When schedule-client receives a scheduling request, it drops the task to the thread pool for asynchronous execution and immediately returns it to the scheduling server so that it does not block.

In stage 3, architecture alone is useless. How to achieve a more elegant implementation in engineering? I think of The Schedulex of Aliyun. If I were a developer of Aliyun, how would I design a good task scheduling system to support the task scheduling of 100 billion levels every day?

I looked through schedulex’s open documentation and client-side source code, and it was a treasure trove. The Schedulex client contains the following highlights:

1. RPC calls are similar to RocketMQ Remoting

2. Task scheduling is triggered by RPC, with a unified registry (NameServer mode)

3, support multi-port startup, in case the current port startup failure

4. Task execution and task scheduling thread pools are isolated

Drawing on these advantages, I soon completed the project implementation, technical colleagues are still satisfied with the transformation. But I do know that there are two problems with the current system:

1, task scheduling heavily depends on the database, when there are really 100,000, 200,000 level of tasks, task allocation and scheduling trigger will certainly have bottlenecks.

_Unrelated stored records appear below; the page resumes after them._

// AcceptedMember is the sign entry's accepted_disagreement member of a
// statement: its accepted-disagreement values joined by
// [AcceptedSeparator] ("" when there are none).
func AcceptedMember(accepted []string) string { return strings.Join(accepted, AcceptedSeparator) }

// Encode writes the statement in its canonical text form.
func (st *Statement) Encode() []byte {
	var b bytes.Buffer
	fmt.Fprintf(&b, "%s\ncampaign: %s\nparty: %s\nrole: %s\ndate: %s\nprotocol: %s\nkey-commitment: %s\nledger-head: %d %s\n",
		StatementHeader, st.Campaign, st.Party, st.Role, st.Date, st.Protocol, st.KeyCommitment, st.LedgerSeq, st.LedgerHash)
	for _, s := range st.Sealed {
		fmt.Fprintf(&b, "sealed: %s\n", s)
	}
	for _, s := range st.Blinded {
		fmt.Fprintf(&b, "blinded: %s\n", s)
	}
	for _, s := range st.Compared {
		fmt.Fprintf(&b, "compared: %s\n", s)
	}
	fmt.Fprintf(&b, "comparison: %s\nverdict: %s\n", st.Comparison, st.Verdict)
	for _, a := range st.Accepted {
		fmt.Fprintf(&b, "accepted-disagreement: %s\n", a)
	}
	for _, r := range st.AcceptedRisks {
		fmt.Fprintf(&b, "accepted-risk: %s\n", r)
	}
	return b.Bytes()
}

// ComparisonText is the text the statement's comparison digest is the
// SHA-256 of, built from the statement's own lines:
//
//	"tandem/v2 comparison" LF
//	"protocol: " PROTOCOL LF
//	for each compared line "O C A B V":
//	  O SP C SP A SP B SP DIGEST(A/O) SP DIGEST(B/O) SP V LF
//	"verdict: " VERDICT LF
//
// with DIGEST(T/O) the digest of T/O's blinded line. It is the
// campaign's comparison text when every observable is open (a campaign
// with an incomplete observable cannot be signed). It fails when a
// compared line is malformed or names a slot without a blinded line.
func (st *Statement) ComparisonText() ([]byte, error) {
	digest := map[string]string{}
	for _, l := range st.Blinded {
		slot, d, _ := strings.Cut(l, " ")
		digest[slot] = d
	}
	var b bytes.Buffer
	fmt.Fprintf(&b, "%s comparison\nprotocol: %s\n", blind.Version, st.Protocol)
	for _, l := range st.Compared {
		f := strings.Split(l, " ")
		if len(f) != 5 {
			return nil, fmt.Errorf("compared line %q does not have five fields", l)
		}
		da, okA := digest[f[2]+"/"+f[0]]
		db, okB := digest[f[3]+"/"+f[0]]
		if !okA || !okB {
			return nil, fmt.Errorf("compared line %q names a table without a blinded line", l)
		}
		fmt.Fprintf(&b, "%s %s %s %s %s %s %s\n", f[0], f[1], f[2], f[3], da, db, f[4])
	}
	fmt.Fprintf(&b, "verdict: %s\n", st.Verdict)
	return b.Bytes(), nil
}

// ComparisonDigest is the hex SHA-256 of [Statement.ComparisonText].
func (st *Statement) ComparisonDigest() (string, error) {
	text, err := st.ComparisonText()
	if err != nil {
		return "", err
	}
	h := sha256.Sum256(text)
	return hex.EncodeToString(h[:]), nil
}

// statementLine is one kind of line, in the order lines must come.
type statementLine struct {
	key         string
	min, repeat bool // min: required; repeat: may occur more than once
}

var statementLines = []statementLine{
	{"campaign", true, false}, {"party", true, false}, {"role", true, false}, {"date", true, false},
	{"protocol", true, false}, {"key-commitment", true, false}, {"ledger-head", true, false},
	{"sealed", false, true}, {"blinded", false, true}, {"compared", true, true},
	{"comparison", true, false}, {"verdict", true, false},
	{"accepted-disagreement", false, true}, {"accepted-risk", false, true},
}

// ParseStatement parses a statement, checks every value against the
// grammar of SPEC.md section 9 and the rules that tie its lines together,
// and checks it is canonical. Errors name the line and column.
func ParseStatement(name string, data []byte) (*Statement, error) {
	lines := strings.Split(string(data), "\n")
	if len(lines) < 2 || lines[0] != StatementHeader || lines[len(lines)-1] != "" {
		if len(lines) > 0 && strings.HasPrefix(lines[0], "tandem/v1 ") {
			return nil, table.Errorf(name, 1, 1, "a tandem/v1 statement: this version of tandem reads %s campaigns only", blind.Version)
		}
		if len(lines) > 0 && lines[0] == StatementHeader && lines[len(lines)-1] != "" {
			return nil, table.Errorf(name, len(lines), len(lines[len(lines)-1])+1, "the last line does not end with LF")
		}
		return nil, table.Errorf(name, 1, 1, "not a %s statement: the first line must be %q", StatementHeader, StatementHeader)
	}
	p := &stmtParser{name: name, st: &Statement{}, lineOf: map[string]int{}}
	next := 0 // index into statementLines of the next kind allowed
	for i, line := range lines[1 : len(lines)-1] {
		ln := i + 2
		k, v, ok := strings.Cut(line, ": ")
		if !ok {
			if j := strings.IndexByte(line, ':'); j > 0 {
				return nil, table.Errorf(name, ln, j+2, "expected exactly one space after %q", line[:j+1])
			}
			return nil, table.Errorf(name, ln, 1, "expected \"key: value\"")
		}
		at := slices.IndexFunc(statementLines, func(l statementLine) bool { return l.key == k })
		switch {
		case at < 0:
			return nil, table.Errorf(name, ln, 1, "unknown statement key %q", k)
		case at < next-1 || (at == next-1 && !statementLines[at].repeat):
			return nil, table.Errorf(name, ln, 1, "%q line out of place (lines come in the order %s)", k, lineOrder())
		}
		if at >= next {
			for _, l := range statementLines[next:at] {
				if l.min {
					return nil, table.Errorf(name, ln, 1, "expected a %q line before %q", l.key, k)
				}
			}
			next = at + 1
		}
		if _, seen := p.lineOf[k]; !seen {
			p.lineOf[k] = ln
		}
		if err := p.value(ln, k, v); err != nil {
			return nil, err
		}
	}
	for _, l := range statementLines[next:] {
		if l.min {
			return nil, table.Errorf(name, len(lines), 1, "the statement has no %q line", l.key)
		}
	}
	if err := p.crossCheck(); err != nil {
		return nil, err
	}
	if !bytes.Equal(p.st.Encode(), data) {
		return nil, table.Errorf(name, 0, 0, "statement is not in canonical form")
	}
	return p.st, nil
}
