package compare

import (
	"fmt"

	"tandem/compare/table"
)

// Comparisons of 2-D tables (see [table.Table.Is2D]) run every statistic
// over the cells exactly as over the bins of a 1-D table: the pulls, χ²
// and its p-value, the pull mean and width, the KS test of the pulls,
// the largest pull with its Šidák correction, and the criteria and Holm
// family of [AdjustFamily]. None of these depends on the order of the
// cells.
//
// The runs test does: it counts runs of equal sign along a sequence. In
// 2-D it runs along the cells in their table order, row-major with x
// fastest (the order of ROOT's global bin numbers, which every 2-D table
// keeps; see [table.Table.Is2D]). Under the hypothesis of agreement the
// signs are independent and exchangeable, so the exact runs p-value is
// valid for any fixed order chosen before looking at the data; this
// order puts neighbours in x next to each other, so it detects
// deviations coherent along x within the y bands (a shifted scale in
// one variable). Deviations coherent only along y are broken into runs
// of one cell per band and are seen by χ² and the KS test rather than by
// the runs test. The runs p-value stays in the Holm family as in 1-D;
// its criterion notes the order.

// CellsRunsNote is the note of the runs criterion of a 2-D comparison.
const CellsRunsNote = "over the cells in row-major order, x fastest"

// Cells reports whether r compares the cells of 2-D tables.
func (r *Result) Cells() bool { return r.YLo != nil }

// markCells gives r the y edges of a 2-D table t and notes the order of
// the runs test.
func markCells(r *Result, t *table.Table) {
	if !t.Is2D() {
		return
	}
	r.YLo, r.YHi = t.YLo, t.YHi
	for i := range r.Criteria {
		c := &r.Criteria[i]
		switch {
		case c.Name == CritRuns && c.Note == "":
			c.Note = CellsRunsNote
		case c.Name == CritMaxPull && !c.Pass && r.MaxPullBin >= 0:
			k := r.MaxPullBin
			c.Detail = fmt.Sprintf("cell %d (x %s to %s, y %s to %s) has pull %s", k+1,
				table.Format(r.Lo[k]), table.Format(r.Hi[k]), table.Format(r.YLo[k]), table.Format(r.YHi[k]), fmtG(r.Pulls[k]))
		}
	}
}
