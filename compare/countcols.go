package compare

import (
	"fmt"
	"math"
	"strings"

	"tandem/compare/table"
)

// CountsLikeWarning is the warning a result carries when its column looks
// like event counts compared with Gaussian pulls (see [CountsLike]).
const CountsLikeWarning = "the values look like event counts (non-negative integers with σ = √N, some bins below 20 events), where Gaussian pulls are not calibrated: compare them as counts (--counts, or counts = true in the protocol)"

// CountsLike reports whether a column with one symmetric uncertainty looks
// like event counts with Poisson errors: every value a non-negative
// integer, every σ equal to √N (to a relative 10⁻³, as printed tables
// round; a bin with N = 0 may give σ = 0 or 1), and some bin below 20
// events, where d/σ_d is far from normal.
func CountsLike(values, sigma []float64) bool {
	if len(values) == 0 || len(values) != len(sigma) {
		return false
	}
	sparse := false
	for i, v := range values {
		if !IsCount(v) {
			return false
		}
		s := sigma[i]
		if v == 0 {
			if s != 0 && s != 1 {
				return false
			}
		} else if r := math.Sqrt(v); math.Abs(s-r) > 1e-3*r {
			return false
		}
		sparse = sparse || v < sparseCount
	}
	return sparse
}

// countsLikePair is CountsLike on both sides of one symmetric source.
func countsLikePair(a, b *table.Table, sel Selection) bool {
	if len(sel.Errors) != 1 || len(sel.Minus) != 0 {
		return false
	}
	return CountsLike(a.Column(sel.Value), a.Column(sel.Errors[0])) && CountsLike(b.Column(sel.Value), b.Column(sel.Errors[0]))
}

// checkCounts refuses a value that is not an event count, naming its file,
// line and column.
func checkCounts(t *table.Table, name string, c []float64) error {
	for i, v := range c {
		if !IsCount(v) {
			what := "not an integer"
			switch {
			case v < 0:
				what = "negative"
			case v >= 1<<53:
				what = "too large to be held exactly"
			}
			e := table.Errorf(t.Source, binLine(t, i), 0, "bin %d: %q is %s (%s), but counts are non-negative integers", i+1, name, what, table.Format(v))
			e.Hint = "compare weighted or scaled values without --counts, with their uncertainty columns"
			return e
		}
	}
	return nil
}

// countsColumn compares one column as event counts: the exact tests of
// [CountTests], with pulls (N_A - N_B)/σ_d for display, σ_d² = N_A + N_B
// - 2 N_common.
func countsColumn(a, b *table.Table, sel Selection, opt *Options) (*Result, error) {
	e := opt.effective()
	for _, t := range []*table.Table{a, b} {
		if t.Column(sel.Value) == nil {
			return nil, table.Errorf(t.Source, 0, 0, "no value column %q (columns: %s)", sel.Value, strings.Join(t.Names, ", "))
		}
	}
	if e.SumW2 != "" {
		return weightedColumn(a, b, sel, opt)
	}
	ca, cb := a.Column(sel.Value), b.Column(sel.Value)
	if err := checkCounts(a, sel.Value, ca); err != nil {
		return nil, err
	}
	if err := checkCounts(b, sel.Value, cb); err != nil {
		return nil, err
	}
	var common []float64
	if e.Overlap.Enabled() {
		if e.Overlap.Count != "" && e.Overlap.Count != sel.Value {
			return nil, fmt.Errorf("in counts mode the events are the compared column %q; the overlap's count column %q is not used: leave it out", sel.Value, e.Overlap.Count)
		}
		tc, nc, err := column(a, b, e.Overlap.Common)
		if err != nil {
			return nil, err
		}
		if err := checkCounts(tc, e.Overlap.Common, nc); err != nil {
			return nil, err
		}
		for i := range nc {
			if nc[i] > math.Min(ca[i], cb[i]) {
				return nil, table.Errorf(tc.Source, binLine(tc, i), 0, "bin %d: %s common events, more than either chain selects (%s and %s)",
					i+1, table.Format(nc[i]), table.Format(ca[i]), table.Format(cb[i]))
			}
		}
		common = nc
	}
	cs, err := CountTests(CountInput{A: ca, B: cb, Common: common}, CountSettings{ExposureRatio: e.ExposureRatio, Samples: e.MCSamples, Seed: e.Seed})
	if err != nil {
		return nil, fmt.Errorf("column %q: %w", sel.Value, err)
	}
	n := len(ca)
	sa, sb := make([]float64, n), make([]float64, n)
	for i := range n {
		sa[i], sb[i] = math.Sqrt(ca[i]), math.Sqrt(cb[i])
	}
	src := errSource{name: "stat (√N)", downA: sa, upA: sa, downB: sb, upB: sb, declared: true}
	if common != nil {
		src.rhoBins = make([]float64, n)
		for i := range n {
			if ca[i] > 0 && cb[i] > 0 {
				src.rhoBins[i] = math.Min(1, common[i]/(sa[i]*sb[i]))
			}
		}
		src.perBin = fmt.Sprintf("overlap %s/√(N_A N_B)", e.Overlap.Common)
	}
	s := &sides{column: sel.Value, labelA: a.Source, labelB: b.Source, lo: a.Lo, hi: a.Hi, a: ca, b: cb, src: []errSource{src}}
	o := *opt
	o.Counts, o.ExposureRatio, o.MCSamples, o.Seed = false, 0, 0, 0
	o.Overlap, o.Default = Overlap{}, Number(0)
	r, err := compareSides(s, &o)
	if err != nil {
		return nil, err
	}
	r.Counts = cs
	r.Warnings = nil
	if k := n - cs.Informative; k > 0 {
		what := "no event in either chain"
		if cs.Shared {
			what = "no discordant event"
		}
		r.Warnings = append(r.Warnings, fmt.Sprintf("%d bin(s) with %s carry no information and are left out of the count tests (%d informative bins)", k, what, cs.Informative))
	}
	if cs.P0 != 0.5 {
		r.Warnings = append(r.Warnings, fmt.Sprintf("exposure ratio %s (p0 = %s): the exact tests use it, the pulls (N_A - N_B)/σ_d do not", fmtG(e.ExposureRatio), fmtG(cs.P0)))
	}
	if want := max(e.MCSamples, DefaultMCSamples*boolInt(e.MCSamples == 0)); cs.Samples < want && cs.Informative > 0 {
		r.Warnings = append(r.Warnings, fmt.Sprintf("Monte Carlo reduced to %d samples for %d informative bins (the p-value stays valid; its error is %s)", cs.Samples, cs.Informative, fmtG(cs.MCError)))
	}
	if len(sel.Errors)+len(sel.Minus) > 0 {
		r.Warnings = append(r.Warnings, fmt.Sprintf("counts mode: the uncertainty columns (%s) are not used; the exact tests need only the counts", strings.Join(append(append([]string{}, sel.Errors...), sel.Minus...), ", ")))
	}
	if e.MaxPull > 0 {
		r.Warnings = append(r.Warnings, "the max |pull| limit is a raw tolerance, not corrected for the number of bins")
	}
	r.judgeCounts(e)
	return r, nil
}

func boolInt(b bool) int {
	if b {
		return 1
	}
	return 0
}

// judgeCounts replaces the Gaussian criteria by the count tests, and fills
// the contract's fields from them (see [Result.Counts]).
func (r *Result) judgeCounts(e Options) {
	cs := r.Counts
	r.Chi2, r.NDF, r.PValue = cs.G, cs.Informative, cs.GP
	r.KSStat, r.KSP, r.MaxPullP = cs.PITD, cs.PITP, cs.MinPSidak
	r.Runs, r.RunsPos, r.RunsNeg, r.RunsP = cs.Runs, cs.RunsPos, cs.RunsNeg, cs.RunsP
	c := Criterion{Name: CritCountBins, Kind: KindCheck, Value: float64(cs.Informative), Limit: 1, Op: ">=", Pass: cs.Informative > 0}
	if !c.Pass {
		c.Detail = "no bin holds an event that could tell the chains apart"
	}
	crit := []Criterion{c}
	if e.Alpha > 0 && cs.Informative > 0 {
		p := func(name string, v float64, note, why string) {
			crit = append(crit, Criterion{Name: name, Kind: KindPValue, Value: v, Limit: e.Alpha, Op: ">", Pass: true, Note: note, why: why})
		}
		p(CritCountG, cs.GP, fmt.Sprintf("%d samples, seed %d, Monte Carlo error %s", cs.Samples, cs.Seed, fmtG(cs.MCError)),
			fmt.Sprintf("G = %s over %d informative bins is unlikely for agreeing counts", fmtG(cs.G), cs.Informative))
		p(CritCountPIT, cs.PITP, fmt.Sprintf("seed %d", cs.Seed),
			fmt.Sprintf("the per-bin outcomes are not distributed as agreeing counts: D = %s", fmtG(cs.PITD)))
		p(CritRuns, cs.RunsP, "",
			fmt.Sprintf("%d runs in %d positive and %d negative deviations: a coherent trend", cs.Runs, cs.RunsPos, cs.RunsNeg))
		p(CritCountMinP, cs.MinPSidak, "",
			fmt.Sprintf("bin %d (%s test p = %s) is unlikely among %d informative bins", cs.MinBin+1, cs.BinTests[max(cs.MinBin, 0)], fmtG(cs.MinP), cs.Informative))
	}
	crit = append(crit, r.tolerances(e, true)...)
	r.Criteria = crit
	r.Alpha = e.Alpha
	r.settle()
}

// weightedColumn compares one column of weighted counts (sums of weights,
// with the sums of squared weights in column opt.SumW2) by [WeightedTest].
func weightedColumn(a, b *table.Table, sel Selection, opt *Options) (*Result, error) {
	e := opt.effective()
	var w, s2 [2][]float64
	for k, t := range []*table.Table{a, b} {
		w[k], s2[k] = t.Column(sel.Value), t.Column(e.SumW2)
		if s2[k] == nil {
			return nil, table.Errorf(t.Source, 0, 0, "no sum-of-squared-weights column %q (columns: %s)", e.SumW2, strings.Join(t.Names, ", "))
		}
		for i := range w[k] {
			v, q := w[k][i], s2[k][i]
			bad := ""
			switch {
			case v < 0:
				bad = fmt.Sprintf("sum of weights %q is negative (%s)", sel.Value, table.Format(v))
			case q < 0:
				bad = fmt.Sprintf("sum of squared weights %q is negative (%s)", e.SumW2, table.Format(q))
			case v > 0 && q == 0:
				bad = fmt.Sprintf("sum of weights %s with a zero sum of squared weights %q", table.Format(v), e.SumW2)
			}
			if bad != "" {
				return nil, table.Errorf(t.Source, binLine(t, i), 0, "bin %d: %s", i+1, bad)
			}
		}
	}
	ws, err := WeightedTest(w[0], s2[0], w[1], s2[1], e.ExposureRatio)
	if err != nil {
		return nil, fmt.Errorf("column %q: %w", sel.Value, err)
	}
	n := len(w[0])
	sd := [2][]float64{make([]float64, n), make([]float64, n)}
	cs := &CountStats{P0: 0.5, BinTests: make([]string, n), BinP: make([]float64, n), MinBin: -1, Weighted: ws}
	r0 := e.ExposureRatio
	if r0 == 0 {
		r0 = 1
	}
	cs.P0 = r0 / (1 + r0)
	nan := math.NaN()
	cs.G, cs.GP, cs.MCError, cs.PITD, cs.PITP, cs.MinP, cs.MinPSidak, cs.RunsP = nan, nan, nan, nan, nan, nan, nan, nan
	for i := range n {
		sd[0][i], sd[1][i] = math.Sqrt(s2[0][i]), math.Sqrt(s2[1][i])
		cs.BinP[i] = nan
		cs.BinTests[i] = TestWeighted
		if s2[0][i] == 0 && s2[1][i] == 0 {
			cs.BinTests[i] = TestNone
			continue
		}
		cs.Informative++
	}
	src := errSource{name: "stat (√Σw²)", downA: sd[0], upA: sd[0], downB: sd[1], upB: sd[1], declared: true}
	s := &sides{column: sel.Value, labelA: a.Source, labelB: b.Source, lo: a.Lo, hi: a.Hi, a: w[0], b: w[1], src: []errSource{src}}
	o := *opt
	o.Counts, o.ExposureRatio, o.MCSamples, o.Seed, o.SumW2 = false, 0, 0, 0, ""
	o.Overlap, o.Default = Overlap{}, Number(0)
	r, err := compareSides(s, &o)
	if err != nil {
		return nil, err
	}
	r.Counts = cs
	r.Warnings = nil
	if k := n - cs.Informative; k > 0 {
		r.Warnings = append(r.Warnings, fmt.Sprintf("%d bin(s) with no weight in either chain carry no information and are left out (%d informative bins)", k, cs.Informative))
	}
	if ws.MinEffective < 10 {
		r.Warnings = append(r.Warnings, fmt.Sprintf("weighted counts: a bin holds only %s effective events (w²/Σw²); the weighted χ² and normalisation tests are asymptotic", fmtG(ws.MinEffective)))
	}
	if e.MaxPull > 0 {
		r.Warnings = append(r.Warnings, "the max |pull| limit is a raw tolerance, not corrected for the number of bins")
	}
	r.Chi2, r.NDF, r.PValue = ws.Chi2, ws.NDF, ws.P
	r.KSStat, r.KSP, r.MaxPullP = nan, nan, nan
	c := Criterion{Name: CritCountBins, Kind: KindCheck, Value: float64(cs.Informative), Limit: 2, Op: ">=", Pass: cs.Informative >= 2 && !math.IsNaN(ws.P)}
	if !c.Pass {
		c.Detail = "the weighted χ² needs weight in both chains and in at least two bins"
	}
	crit := []Criterion{c}
	if e.Alpha > 0 && c.Pass {
		crit = append(crit,
			Criterion{Name: CritWeightedChi2, Kind: KindPValue, Value: ws.P, Limit: e.Alpha, Op: ">", Pass: true, Note: "asymptotic; shape only",
				why: fmt.Sprintf("the shapes differ: X² = %s for %d degrees of freedom", fmtG(ws.Chi2), ws.NDF)},
			Criterion{Name: CritWeightedNorm, Kind: KindPValue, Value: ws.NormP, Limit: e.Alpha, Op: ">", Pass: true, Note: "asymptotic",
				why: fmt.Sprintf("the totals differ by %s standard deviations", fmtG(ws.Z))})
	}
	crit = append(crit, r.tolerances(e, true)...)
	r.Criteria = crit
	r.Alpha = e.Alpha
	r.settle()
	return r, nil
}
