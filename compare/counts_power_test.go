package compare

import (
	"math"
	"math/rand/v2"
	"slices"
	"testing"

	"tandem/compare/table"
)

// falling returns the issue's spectrum: n bins with means μ·e^(-2x), x the
// bin centre in [0, 1].
func falling(n int, mu float64) []float64 {
	m := make([]float64, n)
	for i := range m {
		m[i] = mu * math.Exp(-2*(float64(i)+0.5)/float64(n))
	}
	return m
}

// withSqrtErrors adds the column "stat" = √n that the chains print.
func withSqrtErrors(t *table.Table) *table.Table {
	c := t.Column("n")
	s := make([]float64, len(c))
	for i, v := range c {
		s[i] = math.Sqrt(v)
	}
	u := *t
	u.Names = append(slices.Clone(t.Names), "stat")
	u.Cols = append(slices.Clone(t.Cols), s)
	return &u
}

// gaussianVerdict is today's default on the same tables: --error stat
// --correlation 0.
func gaussianVerdict(t *testing.T, a, b *table.Table) (*Result, bool) {
	t.Helper()
	o := Defaults()
	o.Default = Number(0)
	rs, err := Columns(withSqrtErrors(a), withSqrtErrors(b), []Selection{{Value: "n", Errors: []string{"stat"}}}, o)
	if err != nil {
		t.Fatal(err)
	}
	return rs[0], rs[0].Pass
}

// TestCountsIssueReproducer is the case of issue 20: both chains hold
// independent Poisson counts of 30 bins with means e^(-2x) (μ = 1), with
// σ = √n. With counts the false-alarm rate is at most α = 0.01 within its
// binomial error; without, the result carries the warning that names
// counts mode (its Gaussian false-alarm rate is printed for comparison).
func TestCountsIssueReproducer(t *testing.T) {
	trials := 300
	if testing.Short() {
		trials = 100
	}
	rng := rand.New(rand.NewPCG(20, 1))
	opt := countsOpt()
	opt.MCSamples = 2000
	fails, gaussFails, warned, empty := 0, 0, 0, 0
	for k := range trials {
		a, b := countPair(rng, falling(30, 1), 0, nil)
		opt.Seed = uint64(k)
		rs, err := Columns(a, b, []Selection{{Value: "n"}}, opt)
		if err != nil {
			t.Fatal(err)
		}
		if rs[0].Counts.Informative == 0 {
			empty++
			continue
		}
		if !rs[0].Pass {
			fails++
		}
		g, pass := gaussianVerdict(t, a, b)
		if !pass {
			gaussFails++
		}
		if slices.Contains(g.Warnings, CountsLikeWarning) {
			warned++
		}
	}
	checkRateAt(t, "issue 20 reproducer, counts", fails, trials, 0.01)
	if warned != trials-empty {
		t.Errorf("the counts warning was given on %d of %d comparisons", warned, trials-empty)
	}
	t.Logf("counts: %d/%d false alarms; Gaussian pulls: %d/%d; %d pairs without any event", fails, trials, gaussFails, trials, empty)
}

// TestCountsPower prints the power table of the README (go test -run
// TestCountsPower -v ./compare): the counts verdict against today's
// Gaussian pulls (σ = √n, ρ = 0) at α = 0.01 on 30 bins of the falling
// spectrum μ·e^(-2x) with μ = 50 (7 events in the last bin), when B's truth has a 50 % excess in one
// bin (the first), a 20 % excess everywhere, or a shape change (B's truth
// tilted by ±30 % from first to last bin). It checks only that each
// disagreement is found more often by the counts verdict than agreeing
// tables fail it.
func TestCountsPower(t *testing.T) {
	trials := 300
	if testing.Short() {
		trials = 60
	}
	scen := []struct {
		name  string
		scale func(i int) float64
	}{
		{"none (agreeing)", nil},
		{"50 % excess in the first bin", func(i int) float64 {
			if i == 0 {
				return 1.5
			}
			return 1
		}},
		{"20 % excess in every bin", func(int) float64 { return 1.2 }},
		{"shape: tilt ±30 %", func(i int) float64 { return 1 + 0.3*(2*(float64(i)+0.5)/30-1) }},
	}
	t.Logf("| B's truth | counts verdict fails | Gaussian pulls fail |")
	t.Logf("| --- | --- | --- |")
	var agree float64
	for si, s := range scen {
		rng := rand.New(rand.NewPCG(77, uint64(si)))
		opt := countsOpt()
		opt.MCSamples = 2000
		fc, fg := 0, 0
		for k := range trials {
			a, b := countPair(rng, falling(30, 50), 0, s.scale)
			opt.Seed = uint64(k)
			rs, err := Columns(a, b, []Selection{{Value: "n"}}, opt)
			if err != nil {
				t.Fatal(err)
			}
			if !rs[0].Pass {
				fc++
			}
			if _, pass := gaussianVerdict(t, a, b); !pass {
				fg++
			}
		}
		rc, rg := float64(fc)/float64(trials), float64(fg)/float64(trials)
		t.Logf("| %s | %.3f | %.3f |", s.name, rc, rg)
		if si == 0 {
			agree = rc
		} else if rc <= agree {
			t.Errorf("%s: the counts verdict fails %.3f, no more than agreeing tables (%.3f)", s.name, rc, agree)
		}
	}
}
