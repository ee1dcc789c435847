package compare

import (
	"math/rand/v2"
	"testing"
)

// BenchmarkCounts1000 times a 1000-bin counts comparison (means
// 20·e^(-2x), Poisson tables, fixed seed) with its Monte Carlo at the
// default 10⁴ samples:
//
//	go test ./compare -run '^$' -bench Counts1000 -benchmem
func BenchmarkCounts1000(b *testing.B) {
	rng := rand.New(rand.NewPCG(5, 5))
	ta, tb := countPair(rng, falling(1000, 20), 0, nil)
	opt := countsOpt()
	sel := []Selection{{Value: "n"}}
	b.ReportAllocs()
	for b.Loop() {
		rs, err := Columns(ta, tb, sel, opt)
		if err != nil {
			b.Fatal(err)
		}
		if rs[0].Counts.Samples != DefaultMCSamples {
			b.Fatalf("%d samples", rs[0].Counts.Samples)
		}
	}
}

2. When the system is a container, can it be used normally?

Therefore, at the beginning of this year, I wrote down a relatively complete task scheduling system of my own on GitHub, replacing Quartz with time wheel, and changing task trigger to server push mode.

In the process of writing task scheduling, I am actually constantly surpassing myself. If I want to make it a work that can match the target of the industry, I must learn from the most advanced technical products and excellent peers in the industry.

Write the 05 at the end

Review those chasing the source of the intravenous drip, surge of emotion, a long time can not calm down. They are some of my fondest memories of being an architect.

Your work is going to fill a large part of your life, and the only way to be truly satisfied is to do what you truly believe is great work. And the only way to do great work is to love it.

Focus on what you are doing now and do everything to the limit of your ability. You may not have a great sense of achievement at this time, but at some point in the future, you may suddenly have a feeling of hindsight, “suddenly look back, the lights are dim.”

Dear programmer friends, love what you choose, full devotion, I believe you will have income.


About the author: 985 master, former Engineer of Amazon, now 58-year-old technical director

Welcome to pay attention to my personal public number: Wuge Ramble IT, wonderful original constantly!